The tubes were then spun in the centrifuge for around 40 minutes which separates cell types and plasma in the sample.
Image of tube post centrifugation showing layers of separated blood. The PBMC layer is highlighted as a thin section between yellow plasma and clear separation medium.
Following centrifugation, the PBMC layer was removed and washed resulting in a small pellet of PBMC cells.
PBMC collection and resulting cell pellet.
The pellet was resuspended in media and a cell count performed to determine the number of viable cells.
Image of densely packed PBMCs viewed under the light microscope.
Following a cell count (using the automatic cell counter), there were around 5 million cells per mL in suspension.
Cell count showing cell count including live/dead cell percentage
Ash advised that we only need 500, 000 cells for the reprogramming (so around 100μl).
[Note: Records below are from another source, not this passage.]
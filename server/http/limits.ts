/**
 * Limits on the requests that cost the most or send mail on someone's behalf: sign-up, password
 * reset, accepting an invitation, invitations and handover e-mails. Each is counted per address
 * and, where a signed-in member sends, per organisation too, so neither one connection nor one
 * tenant with many connections can flood mailboxes or the CPU (each of these hashes or mails).
 */
import type { NextFunction, Request, RequestHandler, Response } from 'express';
import rateLimit, { ipKeyGenerator } from 'express-rate-limit';
import { tooMany } from '../errors.js';

const HOUR = 60 * 60 * 1000;

function limiter(limit: number, message: string, keyGenerator: (req: Request) => string): RequestHandler {
  return rateLimit({
    windowMs: HOUR,
    limit,
    standardHeaders: 'draft-7',
    legacyHeaders: false,
    keyGenerator,
    handler: (_req: Request, _res: Response, next: NextFunction) => next(tooMany(message, HOUR / 1000)),
  });
}

/** The connection's address, IPv6 grouped by /56 as the library advises. */
const addressKey = (req: Request) => `address:${ipKeyGenerator(req.ip ?? '')}`;

/** Per address: for anonymous requests (sign-up, reset, accepting an invitation). */
export function perAddress(limit: number, what: string): RequestHandler {
  return limiter(limit, `Too many ${what} from this connection; try again in an hour`, addressKey);
}

/** Per address and per organisation: for mail a signed-in member sends (invitations, handovers). */
export function perAddressAndOrganisation(limit: number, what: string): RequestHandler[] {
  return [
    perAddress(limit, what),
    limiter(limit, `Too many ${what} from this organisation; try again in an hour`, (req) => `organisation:${req.user?.organisationId ?? 'none'}`),
  ];
}
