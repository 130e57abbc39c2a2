/**
 * What the print page offers: each output with a plain description, and the media grouped as
 * the contractor thinks of them (tape, sheets, their own label sheets, a custom size).
 */
import { tapeWidths, type PrintOutput } from '../../../shared/schemas/print.js';
import type { SheetLayoutRecord } from '../../api/print.js';

export const outputChoices: Array<{ value: PrintOutput; label: string; description: string }> = [
  {
    value: 'chart',
    label: 'Circuit chart',
    description: 'The schedule for the board door: supply, RCDs and what each protects, every way with its device, cable and Zs.',
  },
  {
    value: 'flags',
    label: 'Cable flags',
    description: 'One flag per cable leg, wrapped round the cable near its terminal; it reads the same from both faces.',
  },
  { value: 'way-labels', label: 'Way labels', description: 'One strip per DIN row, each cell as wide as the device under it.' },
  { value: 'notices', label: 'Notices', description: 'Periodic inspection, RCD test, earthing and bonding, and the warnings this board calls for.' },
  { value: 'tag', label: 'Board tag', description: 'The QR code to the board page, the board code and its barcode, for the board front or door.' },
  {
    value: 'changeover',
    label: 'Changeover schedule',
    description:
      'For the job file when replacing an old board: each old way as surveyed, its readings, the new way it goes to and what to fix before the swap.',
  },
  { value: 'calibration', label: 'Calibration page', description: 'A 100 mm ruler and crosshairs to check your printer’s scale and alignment.' },
];

export interface MediumOption {
  value: string;
  label: string;
}
export interface MediumGroup {
  label: string;
  options: MediumOption[];
}

/** Outputs laid out on pages only: a chart on tape would not be readable. */
const pageOnly = new Set<PrintOutput>(['chart', 'changeover']);
/** Outputs made for A4 and A5 only (no custom size). */
const paperOnly = new Set<PrintOutput>(['changeover']);

export function mediumGroups(output: PrintOutput, layouts: SheetLayoutRecord[]): MediumGroup[] {
  const groups: MediumGroup[] = [];
  if (!pageOnly.has(output)) groups.push({ label: 'Label tape', options: tapeWidths.map((w) => ({ value: `tape-${w}`, label: `Tape ${w} mm` })) });
  groups.push({
    label: 'Paper',
    options: [
      { value: 'a4', label: 'A4 portrait (210 × 297 mm)' },
      { value: 'a4-landscape', label: 'A4 landscape (297 × 210 mm)' },
      { value: 'a5', label: 'A5 portrait (148 × 210 mm)' },
      { value: 'a5-landscape', label: 'A5 landscape (210 × 148 mm)' },
    ],
  });
  if (layouts.length && !pageOnly.has(output)) {
    groups.push({
      label: 'Your label sheets',
      options: layouts.map((l) => ({ value: `sheet-${l.id}`, label: `${l.name} (${l.columns} × ${l.rows} of ${l.labelWidthMm} × ${l.labelHeightMm} mm)` })),
    });
  }
  if (!paperOnly.has(output)) groups.push({ label: 'Other', options: [{ value: 'custom', label: 'Custom size…' }] });
  return groups;
}

/** `custom-250x180` → [250, 180]; anything else → null. */
export function customSize(media: string): [number, number] | null {
  const m = /^custom-(\d+)x(\d+)$/.exec(media);
  return m ? [Number(m[1]), Number(m[2])] : null;
}

/** A readable name for a medium id, for the history table. */
export function mediumName(media: string, layouts: SheetLayoutRecord[]): string {
  // Images for a tape printer's app are recorded as `tape-12@180dpi`.
  const image = /^(.+)@(\d+)dpi$/.exec(media);
  if (image) return `${mediumName(image[1], layouts)}, images at ${image[2]} dpi`;
  const tape = /^tape-(\d+)$/.exec(media);
  if (tape) return `Tape ${tape[1]} mm`;
  const custom = customSize(media);
  if (custom) return `${custom[0]} × ${custom[1]} mm`;
  const sheet = /^sheet-(\d+)$/.exec(media);
  if (sheet) return layouts.find((l) => l.id === Number(sheet[1]))?.name ?? `Label sheet ${sheet[1]}`;
  return media.toUpperCase().replace('-LANDSCAPE', ' landscape');
}

export const outputName = (output: string) => outputChoices.find((o) => o.value === output)?.label ?? output;
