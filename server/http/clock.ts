/**
 * The server's one reading of the calendar: today's date as YYYY-MM-DD in UTC, the only "today"
 * the rule checks and the prints see (the shared code never reads a clock itself).
 */
import { isoDay } from '../../shared/rules/dates.js';

export function todayIso(now = new Date()): string {
  return isoDay(now);
}
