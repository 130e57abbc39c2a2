import type { Response } from 'express';

/** Sends stored image bytes with their sniffed type; `cache` says who may keep a copy. */
export function sendImage(res: Response, image: { mime: string; data: Buffer }, cache: string): void {
  res.set({ 'Content-Type': image.mime, 'Content-Length': String(image.data.length), 'Cache-Control': cache, 'Content-Disposition': 'inline' });
  res.end(image.data);
}
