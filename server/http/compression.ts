/**
 * Compression of dynamic responses (the JSON API, CSV, error bodies). Built client files are
 * compressed once at build time instead (see `static.ts`); this only covers what is made per request.
 */
import compression from 'compression';
import type { Request, RequestHandler, Response } from 'express';

/** Bodies smaller than this (bytes) go out as they are: below about one packet, encoding saves no round trip. */
export const COMPRESSION_THRESHOLD = 1024;

/**
 * Which types to encode is the `compression` package's own filter, which asks mime-db (through
 * `compressible`) whether a type is worth it: PDFs, archives, pictures other than SVG, fonts, sound
 * and film are not. One exception: mime-db marks raw bytes (`application/octet-stream`) compressible,
 * but our raw downloads are already packed files, so encoding them again only costs time.
 */
function shouldCompress(req: Request, res: Response): boolean {
  const type = String(res.getHeader('Content-Type') ?? '')
    .split(';')[0]!
    .trim()
    .toLowerCase();
  if (type === 'application/octet-stream') return false;
  return compression.filter(req, res);
}

/**
 * Brotli (quality 4, the package's default for per-request work) to clients that accept it, else
 * gzip. Whole-buffer sends and streamed writes both pass through; `res.flush()` is there for a
 * response that must reach the client part by part.
 */
export function dynamicCompression(): RequestHandler {
  return compression({ threshold: COMPRESSION_THRESHOLD, filter: shouldCompress });
}

export type ContentCoding = 'br' | 'gzip' | 'identity';

/**
 * The coding to send a client, from its Accept-Encoding: brotli if it takes it, else gzip, else none.
 * The server's order wins over the client's (browsers list gzip first but all decode brotli, which is smaller);
 * a coding with `q=0` is refused, and `*` stands for any coding not named.
 */
export function preferredCoding(acceptEncoding: string | undefined): ContentCoding {
  if (!acceptEncoding) return 'identity';
  const q = new Map<string, number>();
  for (const part of acceptEncoding.split(',')) {
    const [name, ...params] = part.trim().toLowerCase().split(';');
    if (!name) continue;
    const qParam = params.map((p) => p.trim()).find((p) => p.startsWith('q='));
    const value = qParam ? Number(qParam.slice(2)) : 1;
    q.set(name, Number.isFinite(value) ? value : 0);
  }
  const accepts = (coding: string) => (q.get(coding) ?? q.get('*') ?? 0) > 0;
  if (accepts('br')) return 'br';
  if (accepts('gzip')) return 'gzip';
  return 'identity';
}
As such, we added100μl cell mix to 0.5mL media a well in a 48 culture plate.
Transferring PBMCs to 48 well culture plate
The remaining cells were resuspended in 2mL freeze media, aliquoted into two cryo-vessels (1mL each), and placed in a Mr Frosty Box (freezing container) in the – 70 freezer. They need to be transferred to liquid nitrogen in 24 hours. These frozen cell stocks operate as quality control and as a backup in case there is an issue with the reprogramming protocol (or lab mishap). Fingers crossed for a smooth journey to iPSC babies.